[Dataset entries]
==*==

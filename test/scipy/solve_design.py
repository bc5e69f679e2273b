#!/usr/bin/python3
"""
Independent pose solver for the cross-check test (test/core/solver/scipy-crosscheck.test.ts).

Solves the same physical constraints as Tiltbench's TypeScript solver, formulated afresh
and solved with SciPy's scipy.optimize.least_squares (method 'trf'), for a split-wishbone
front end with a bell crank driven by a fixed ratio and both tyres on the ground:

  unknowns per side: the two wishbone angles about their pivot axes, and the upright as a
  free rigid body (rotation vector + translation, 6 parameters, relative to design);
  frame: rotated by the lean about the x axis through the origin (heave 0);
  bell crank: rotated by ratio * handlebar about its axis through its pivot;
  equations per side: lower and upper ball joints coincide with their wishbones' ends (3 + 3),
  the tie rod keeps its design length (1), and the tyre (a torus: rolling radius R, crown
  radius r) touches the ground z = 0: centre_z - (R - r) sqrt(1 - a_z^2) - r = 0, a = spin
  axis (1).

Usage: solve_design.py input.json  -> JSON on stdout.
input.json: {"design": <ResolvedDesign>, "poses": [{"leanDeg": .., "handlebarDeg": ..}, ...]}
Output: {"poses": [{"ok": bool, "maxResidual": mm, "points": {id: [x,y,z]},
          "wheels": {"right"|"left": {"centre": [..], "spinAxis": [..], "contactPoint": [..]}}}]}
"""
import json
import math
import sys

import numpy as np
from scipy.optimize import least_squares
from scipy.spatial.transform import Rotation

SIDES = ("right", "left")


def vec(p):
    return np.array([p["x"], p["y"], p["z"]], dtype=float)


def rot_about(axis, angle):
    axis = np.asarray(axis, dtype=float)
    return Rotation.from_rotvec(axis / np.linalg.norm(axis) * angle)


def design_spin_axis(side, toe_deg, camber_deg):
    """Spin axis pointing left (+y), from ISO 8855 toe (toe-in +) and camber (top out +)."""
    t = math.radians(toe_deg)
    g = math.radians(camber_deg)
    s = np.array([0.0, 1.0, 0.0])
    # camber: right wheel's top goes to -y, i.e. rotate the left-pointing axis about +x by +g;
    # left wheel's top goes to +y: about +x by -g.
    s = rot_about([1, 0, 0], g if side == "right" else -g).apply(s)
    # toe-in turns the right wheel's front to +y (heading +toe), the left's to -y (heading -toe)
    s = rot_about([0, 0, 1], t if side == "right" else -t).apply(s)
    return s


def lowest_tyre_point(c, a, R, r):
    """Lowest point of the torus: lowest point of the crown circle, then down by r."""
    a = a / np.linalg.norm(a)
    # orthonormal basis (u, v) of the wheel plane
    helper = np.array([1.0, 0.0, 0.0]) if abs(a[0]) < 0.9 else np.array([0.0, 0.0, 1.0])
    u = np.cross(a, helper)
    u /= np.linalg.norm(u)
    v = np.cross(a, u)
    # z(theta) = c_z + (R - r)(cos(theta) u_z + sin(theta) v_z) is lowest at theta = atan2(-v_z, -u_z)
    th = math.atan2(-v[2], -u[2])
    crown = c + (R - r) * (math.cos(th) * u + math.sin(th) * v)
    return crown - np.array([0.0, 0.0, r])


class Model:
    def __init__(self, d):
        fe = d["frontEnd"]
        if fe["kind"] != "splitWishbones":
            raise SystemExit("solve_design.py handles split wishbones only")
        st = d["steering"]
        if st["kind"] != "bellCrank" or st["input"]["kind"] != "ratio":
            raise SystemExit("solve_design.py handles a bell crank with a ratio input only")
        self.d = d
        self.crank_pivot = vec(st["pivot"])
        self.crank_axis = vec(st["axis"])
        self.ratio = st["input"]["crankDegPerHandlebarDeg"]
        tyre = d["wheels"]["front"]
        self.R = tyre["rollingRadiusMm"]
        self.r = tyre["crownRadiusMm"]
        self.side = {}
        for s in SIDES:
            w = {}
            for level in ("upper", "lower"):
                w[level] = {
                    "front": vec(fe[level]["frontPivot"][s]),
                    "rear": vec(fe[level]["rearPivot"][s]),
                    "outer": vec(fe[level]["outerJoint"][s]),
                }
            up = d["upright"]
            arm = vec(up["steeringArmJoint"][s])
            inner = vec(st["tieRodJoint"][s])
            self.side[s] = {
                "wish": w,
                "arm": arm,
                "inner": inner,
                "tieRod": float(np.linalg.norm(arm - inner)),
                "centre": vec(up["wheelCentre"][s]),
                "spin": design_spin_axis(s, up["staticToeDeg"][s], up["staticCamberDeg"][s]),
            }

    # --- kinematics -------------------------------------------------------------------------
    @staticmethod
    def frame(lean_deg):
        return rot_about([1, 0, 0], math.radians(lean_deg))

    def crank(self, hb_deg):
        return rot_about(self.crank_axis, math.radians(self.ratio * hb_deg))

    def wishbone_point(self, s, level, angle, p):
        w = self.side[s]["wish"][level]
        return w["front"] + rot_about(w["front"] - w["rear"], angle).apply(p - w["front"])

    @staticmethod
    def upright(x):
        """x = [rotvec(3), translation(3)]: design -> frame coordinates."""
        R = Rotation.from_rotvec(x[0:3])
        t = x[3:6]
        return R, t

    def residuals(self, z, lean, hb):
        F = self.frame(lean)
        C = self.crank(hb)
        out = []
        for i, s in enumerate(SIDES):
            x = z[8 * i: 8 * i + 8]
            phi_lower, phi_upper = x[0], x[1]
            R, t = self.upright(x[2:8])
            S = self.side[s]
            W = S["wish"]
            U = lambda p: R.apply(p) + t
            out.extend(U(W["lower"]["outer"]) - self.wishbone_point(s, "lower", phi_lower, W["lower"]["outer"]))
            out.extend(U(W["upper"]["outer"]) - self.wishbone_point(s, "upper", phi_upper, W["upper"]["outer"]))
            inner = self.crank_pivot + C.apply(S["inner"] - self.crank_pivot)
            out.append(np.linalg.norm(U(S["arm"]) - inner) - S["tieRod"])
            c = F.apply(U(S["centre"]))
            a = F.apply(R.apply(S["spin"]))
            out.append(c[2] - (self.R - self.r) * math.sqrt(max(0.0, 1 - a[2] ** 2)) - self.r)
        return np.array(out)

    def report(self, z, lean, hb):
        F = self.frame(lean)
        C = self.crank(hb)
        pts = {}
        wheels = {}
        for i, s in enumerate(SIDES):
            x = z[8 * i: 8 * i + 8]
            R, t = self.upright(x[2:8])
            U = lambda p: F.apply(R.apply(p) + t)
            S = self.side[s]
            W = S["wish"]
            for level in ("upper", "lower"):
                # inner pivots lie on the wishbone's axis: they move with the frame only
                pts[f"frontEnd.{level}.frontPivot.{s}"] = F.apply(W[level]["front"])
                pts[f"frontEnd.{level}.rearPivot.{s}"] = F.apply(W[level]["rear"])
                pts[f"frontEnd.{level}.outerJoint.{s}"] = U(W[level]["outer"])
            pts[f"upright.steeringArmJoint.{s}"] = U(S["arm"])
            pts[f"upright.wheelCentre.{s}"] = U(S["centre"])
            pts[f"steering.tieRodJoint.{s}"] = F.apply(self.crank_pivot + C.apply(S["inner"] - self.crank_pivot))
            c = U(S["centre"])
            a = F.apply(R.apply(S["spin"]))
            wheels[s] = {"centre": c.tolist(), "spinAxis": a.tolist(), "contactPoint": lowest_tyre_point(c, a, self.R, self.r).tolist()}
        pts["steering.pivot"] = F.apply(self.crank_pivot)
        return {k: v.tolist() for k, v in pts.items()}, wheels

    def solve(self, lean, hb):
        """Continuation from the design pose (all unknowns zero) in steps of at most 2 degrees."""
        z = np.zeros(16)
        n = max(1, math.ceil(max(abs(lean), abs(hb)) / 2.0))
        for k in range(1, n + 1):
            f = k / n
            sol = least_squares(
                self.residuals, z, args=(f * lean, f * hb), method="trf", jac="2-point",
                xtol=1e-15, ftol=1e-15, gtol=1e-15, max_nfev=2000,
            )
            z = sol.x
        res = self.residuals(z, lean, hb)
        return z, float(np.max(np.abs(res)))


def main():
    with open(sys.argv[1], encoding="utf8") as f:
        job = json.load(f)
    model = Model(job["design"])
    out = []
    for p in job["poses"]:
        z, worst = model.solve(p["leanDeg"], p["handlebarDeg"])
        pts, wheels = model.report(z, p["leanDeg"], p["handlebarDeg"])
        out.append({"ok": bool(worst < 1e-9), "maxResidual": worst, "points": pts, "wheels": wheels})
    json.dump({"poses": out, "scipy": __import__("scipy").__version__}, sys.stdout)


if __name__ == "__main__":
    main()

==*==

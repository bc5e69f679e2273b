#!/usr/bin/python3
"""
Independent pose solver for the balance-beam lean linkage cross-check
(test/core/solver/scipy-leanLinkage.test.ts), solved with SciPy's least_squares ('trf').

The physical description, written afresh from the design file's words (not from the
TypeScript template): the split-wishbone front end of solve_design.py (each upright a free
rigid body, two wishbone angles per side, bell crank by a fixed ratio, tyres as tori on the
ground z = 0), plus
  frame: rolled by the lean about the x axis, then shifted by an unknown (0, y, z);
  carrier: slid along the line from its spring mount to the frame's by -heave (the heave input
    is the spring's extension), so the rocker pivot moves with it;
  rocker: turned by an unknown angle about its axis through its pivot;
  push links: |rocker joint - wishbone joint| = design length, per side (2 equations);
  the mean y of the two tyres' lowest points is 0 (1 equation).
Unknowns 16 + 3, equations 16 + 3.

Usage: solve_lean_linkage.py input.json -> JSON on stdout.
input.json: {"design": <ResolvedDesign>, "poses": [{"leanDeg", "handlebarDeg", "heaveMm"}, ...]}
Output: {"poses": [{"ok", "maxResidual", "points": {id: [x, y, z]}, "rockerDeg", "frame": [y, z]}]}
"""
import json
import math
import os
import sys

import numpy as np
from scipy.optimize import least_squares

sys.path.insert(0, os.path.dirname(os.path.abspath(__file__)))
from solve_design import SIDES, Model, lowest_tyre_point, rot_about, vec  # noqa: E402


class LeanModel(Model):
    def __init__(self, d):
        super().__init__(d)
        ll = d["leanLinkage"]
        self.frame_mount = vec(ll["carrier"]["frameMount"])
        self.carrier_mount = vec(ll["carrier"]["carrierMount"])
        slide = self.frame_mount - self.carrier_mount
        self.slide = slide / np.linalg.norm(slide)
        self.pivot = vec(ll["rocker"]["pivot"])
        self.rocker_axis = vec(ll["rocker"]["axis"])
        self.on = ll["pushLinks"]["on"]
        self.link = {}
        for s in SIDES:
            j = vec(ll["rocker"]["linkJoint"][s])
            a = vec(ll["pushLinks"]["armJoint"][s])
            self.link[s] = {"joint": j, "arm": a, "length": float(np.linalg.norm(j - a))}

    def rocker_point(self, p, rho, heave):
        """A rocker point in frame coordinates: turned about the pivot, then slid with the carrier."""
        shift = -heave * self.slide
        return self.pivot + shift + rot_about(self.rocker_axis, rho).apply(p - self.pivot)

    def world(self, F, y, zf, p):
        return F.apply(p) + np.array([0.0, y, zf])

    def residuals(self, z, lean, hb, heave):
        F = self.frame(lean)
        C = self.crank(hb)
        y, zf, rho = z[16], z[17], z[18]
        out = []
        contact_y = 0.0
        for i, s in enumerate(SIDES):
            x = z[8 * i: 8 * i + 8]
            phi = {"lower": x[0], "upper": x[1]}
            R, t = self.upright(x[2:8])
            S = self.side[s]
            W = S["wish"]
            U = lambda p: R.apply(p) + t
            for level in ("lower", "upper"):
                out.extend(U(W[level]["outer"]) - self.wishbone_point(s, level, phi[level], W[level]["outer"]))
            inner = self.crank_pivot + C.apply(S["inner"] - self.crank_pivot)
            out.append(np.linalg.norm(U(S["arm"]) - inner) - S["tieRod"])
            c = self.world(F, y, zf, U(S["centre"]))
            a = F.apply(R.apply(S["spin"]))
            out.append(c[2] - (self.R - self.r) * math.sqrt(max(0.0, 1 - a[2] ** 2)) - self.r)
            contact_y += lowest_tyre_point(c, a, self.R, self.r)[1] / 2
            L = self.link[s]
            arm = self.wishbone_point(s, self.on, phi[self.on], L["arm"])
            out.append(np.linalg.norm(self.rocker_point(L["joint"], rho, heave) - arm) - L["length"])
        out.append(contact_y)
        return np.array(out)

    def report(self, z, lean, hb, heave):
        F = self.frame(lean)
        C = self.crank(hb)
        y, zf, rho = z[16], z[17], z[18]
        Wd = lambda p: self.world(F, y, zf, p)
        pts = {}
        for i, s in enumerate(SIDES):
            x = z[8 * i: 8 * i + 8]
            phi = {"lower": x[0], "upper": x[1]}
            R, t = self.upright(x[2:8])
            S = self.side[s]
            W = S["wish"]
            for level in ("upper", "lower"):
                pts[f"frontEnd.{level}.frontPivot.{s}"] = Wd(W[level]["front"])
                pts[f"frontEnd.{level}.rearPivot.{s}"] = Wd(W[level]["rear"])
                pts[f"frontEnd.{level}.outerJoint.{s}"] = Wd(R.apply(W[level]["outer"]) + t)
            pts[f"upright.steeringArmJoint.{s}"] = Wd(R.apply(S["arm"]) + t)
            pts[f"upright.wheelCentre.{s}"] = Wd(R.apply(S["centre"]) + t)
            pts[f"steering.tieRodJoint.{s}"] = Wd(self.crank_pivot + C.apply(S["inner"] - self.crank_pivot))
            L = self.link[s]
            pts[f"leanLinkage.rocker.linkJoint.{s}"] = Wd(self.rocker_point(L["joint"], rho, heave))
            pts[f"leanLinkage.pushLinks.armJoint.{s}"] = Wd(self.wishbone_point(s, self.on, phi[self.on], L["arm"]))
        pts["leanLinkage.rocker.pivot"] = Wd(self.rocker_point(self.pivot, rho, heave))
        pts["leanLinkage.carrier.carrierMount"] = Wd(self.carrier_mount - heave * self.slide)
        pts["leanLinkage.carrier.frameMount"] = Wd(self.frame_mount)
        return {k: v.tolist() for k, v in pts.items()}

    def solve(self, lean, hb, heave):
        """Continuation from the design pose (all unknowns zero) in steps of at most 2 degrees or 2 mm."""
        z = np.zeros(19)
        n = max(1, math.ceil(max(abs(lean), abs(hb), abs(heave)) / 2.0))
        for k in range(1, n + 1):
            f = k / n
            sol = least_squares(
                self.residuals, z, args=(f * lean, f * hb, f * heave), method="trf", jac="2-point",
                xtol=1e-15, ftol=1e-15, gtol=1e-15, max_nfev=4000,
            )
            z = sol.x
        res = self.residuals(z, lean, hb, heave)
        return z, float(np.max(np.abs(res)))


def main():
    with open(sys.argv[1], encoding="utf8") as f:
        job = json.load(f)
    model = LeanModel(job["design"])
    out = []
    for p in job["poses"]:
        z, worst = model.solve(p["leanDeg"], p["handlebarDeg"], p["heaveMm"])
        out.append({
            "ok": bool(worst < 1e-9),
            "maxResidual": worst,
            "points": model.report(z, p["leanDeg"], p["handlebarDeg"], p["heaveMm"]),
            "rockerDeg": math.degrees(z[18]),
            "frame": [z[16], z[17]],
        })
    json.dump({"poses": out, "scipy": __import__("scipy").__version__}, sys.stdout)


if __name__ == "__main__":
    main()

==*==

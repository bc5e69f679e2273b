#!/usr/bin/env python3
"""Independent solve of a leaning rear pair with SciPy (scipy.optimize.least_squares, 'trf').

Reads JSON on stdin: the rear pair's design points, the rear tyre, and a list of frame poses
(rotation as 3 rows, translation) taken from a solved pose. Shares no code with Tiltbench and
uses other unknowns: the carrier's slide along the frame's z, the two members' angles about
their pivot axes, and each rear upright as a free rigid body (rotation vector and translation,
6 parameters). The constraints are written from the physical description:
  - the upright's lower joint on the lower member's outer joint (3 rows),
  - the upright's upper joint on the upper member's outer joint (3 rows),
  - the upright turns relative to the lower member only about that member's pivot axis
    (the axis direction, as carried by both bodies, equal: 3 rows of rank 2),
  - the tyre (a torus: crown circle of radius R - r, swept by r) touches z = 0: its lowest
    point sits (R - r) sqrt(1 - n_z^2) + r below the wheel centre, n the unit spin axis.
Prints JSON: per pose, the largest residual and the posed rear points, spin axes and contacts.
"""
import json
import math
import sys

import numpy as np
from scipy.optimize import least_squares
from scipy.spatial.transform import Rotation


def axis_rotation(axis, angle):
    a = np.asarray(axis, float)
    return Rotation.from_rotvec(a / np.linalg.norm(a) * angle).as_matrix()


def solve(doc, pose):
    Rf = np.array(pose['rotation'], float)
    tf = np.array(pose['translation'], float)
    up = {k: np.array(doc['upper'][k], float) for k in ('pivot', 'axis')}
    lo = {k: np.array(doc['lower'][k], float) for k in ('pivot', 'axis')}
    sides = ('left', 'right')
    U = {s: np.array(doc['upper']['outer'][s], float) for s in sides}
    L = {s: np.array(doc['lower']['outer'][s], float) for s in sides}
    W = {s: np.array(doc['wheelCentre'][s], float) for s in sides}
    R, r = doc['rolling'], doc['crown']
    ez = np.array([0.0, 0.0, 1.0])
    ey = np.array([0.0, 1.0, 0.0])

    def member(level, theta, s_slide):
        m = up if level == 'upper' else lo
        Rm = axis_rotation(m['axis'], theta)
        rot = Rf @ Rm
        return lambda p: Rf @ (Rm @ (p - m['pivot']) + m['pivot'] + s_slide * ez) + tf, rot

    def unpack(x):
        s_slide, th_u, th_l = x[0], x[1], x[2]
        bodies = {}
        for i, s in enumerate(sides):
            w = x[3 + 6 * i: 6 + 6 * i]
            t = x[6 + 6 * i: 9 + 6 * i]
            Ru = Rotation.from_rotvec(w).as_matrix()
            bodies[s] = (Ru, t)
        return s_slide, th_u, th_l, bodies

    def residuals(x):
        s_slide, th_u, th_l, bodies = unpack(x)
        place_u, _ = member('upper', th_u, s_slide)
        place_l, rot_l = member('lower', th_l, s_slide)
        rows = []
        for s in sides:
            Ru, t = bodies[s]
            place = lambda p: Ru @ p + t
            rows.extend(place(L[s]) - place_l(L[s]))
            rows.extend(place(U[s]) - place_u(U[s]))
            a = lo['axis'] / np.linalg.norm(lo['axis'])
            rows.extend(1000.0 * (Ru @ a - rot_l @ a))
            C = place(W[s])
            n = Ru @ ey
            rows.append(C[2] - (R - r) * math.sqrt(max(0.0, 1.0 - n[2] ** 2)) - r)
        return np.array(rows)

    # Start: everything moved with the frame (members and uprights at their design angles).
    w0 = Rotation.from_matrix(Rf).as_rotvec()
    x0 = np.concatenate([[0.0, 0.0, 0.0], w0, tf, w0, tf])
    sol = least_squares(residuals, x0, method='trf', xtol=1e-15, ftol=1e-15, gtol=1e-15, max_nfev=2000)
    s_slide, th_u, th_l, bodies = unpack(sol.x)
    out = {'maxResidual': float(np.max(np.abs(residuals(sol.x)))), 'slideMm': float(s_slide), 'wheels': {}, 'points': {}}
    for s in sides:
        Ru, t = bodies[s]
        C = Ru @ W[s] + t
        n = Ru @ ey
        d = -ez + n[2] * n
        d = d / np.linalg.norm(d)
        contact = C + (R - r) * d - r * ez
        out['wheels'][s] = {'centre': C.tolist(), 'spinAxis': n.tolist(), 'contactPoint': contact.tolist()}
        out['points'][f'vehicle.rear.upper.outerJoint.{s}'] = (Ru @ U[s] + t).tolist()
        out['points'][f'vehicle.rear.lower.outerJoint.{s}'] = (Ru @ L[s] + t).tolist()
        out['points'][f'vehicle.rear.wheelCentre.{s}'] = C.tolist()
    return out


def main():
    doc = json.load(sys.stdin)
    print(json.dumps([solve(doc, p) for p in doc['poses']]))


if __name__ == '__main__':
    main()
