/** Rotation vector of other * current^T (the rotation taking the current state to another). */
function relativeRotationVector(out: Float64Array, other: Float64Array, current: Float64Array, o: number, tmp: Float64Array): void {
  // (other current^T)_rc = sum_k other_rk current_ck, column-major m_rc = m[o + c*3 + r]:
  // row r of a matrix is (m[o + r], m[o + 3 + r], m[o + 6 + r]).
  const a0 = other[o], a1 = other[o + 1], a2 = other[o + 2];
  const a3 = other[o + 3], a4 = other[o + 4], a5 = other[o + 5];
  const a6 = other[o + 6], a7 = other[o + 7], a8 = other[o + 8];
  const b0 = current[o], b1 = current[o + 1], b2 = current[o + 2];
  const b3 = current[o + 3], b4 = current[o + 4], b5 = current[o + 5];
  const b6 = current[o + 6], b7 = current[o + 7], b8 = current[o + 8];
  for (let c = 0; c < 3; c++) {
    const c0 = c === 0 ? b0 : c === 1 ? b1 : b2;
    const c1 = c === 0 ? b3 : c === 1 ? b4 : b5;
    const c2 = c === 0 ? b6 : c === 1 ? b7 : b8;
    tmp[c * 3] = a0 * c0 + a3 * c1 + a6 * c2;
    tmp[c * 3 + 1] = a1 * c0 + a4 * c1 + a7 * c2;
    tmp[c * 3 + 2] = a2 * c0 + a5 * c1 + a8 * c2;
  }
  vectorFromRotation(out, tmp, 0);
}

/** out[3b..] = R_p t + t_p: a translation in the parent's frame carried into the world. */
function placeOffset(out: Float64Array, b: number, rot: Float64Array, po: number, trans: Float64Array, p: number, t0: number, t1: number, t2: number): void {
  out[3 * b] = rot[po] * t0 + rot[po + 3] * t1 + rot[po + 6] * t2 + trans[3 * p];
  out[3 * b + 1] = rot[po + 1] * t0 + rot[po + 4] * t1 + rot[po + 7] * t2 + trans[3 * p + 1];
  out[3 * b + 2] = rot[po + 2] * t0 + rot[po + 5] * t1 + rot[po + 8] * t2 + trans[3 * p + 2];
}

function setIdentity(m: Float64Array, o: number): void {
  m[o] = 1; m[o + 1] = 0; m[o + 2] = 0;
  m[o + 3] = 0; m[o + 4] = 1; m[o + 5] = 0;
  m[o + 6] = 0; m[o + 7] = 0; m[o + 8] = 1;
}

==*==

Take the lines above from the one containing "tf = np.array(pose['translation'], float)" to the one containing "sides = ('left', 'right')" and retype them exactly, both ends included, with nothing added.

    tf = np.array(pose['translation'], float)
    up = {k: np.array(doc['upper'][k], float) for k in ('pivot', 'axis')}
    lo = {k: np.array(doc['lower'][k], float) for k in ('pivot', 'axis')}
    sides = ('left', 'right')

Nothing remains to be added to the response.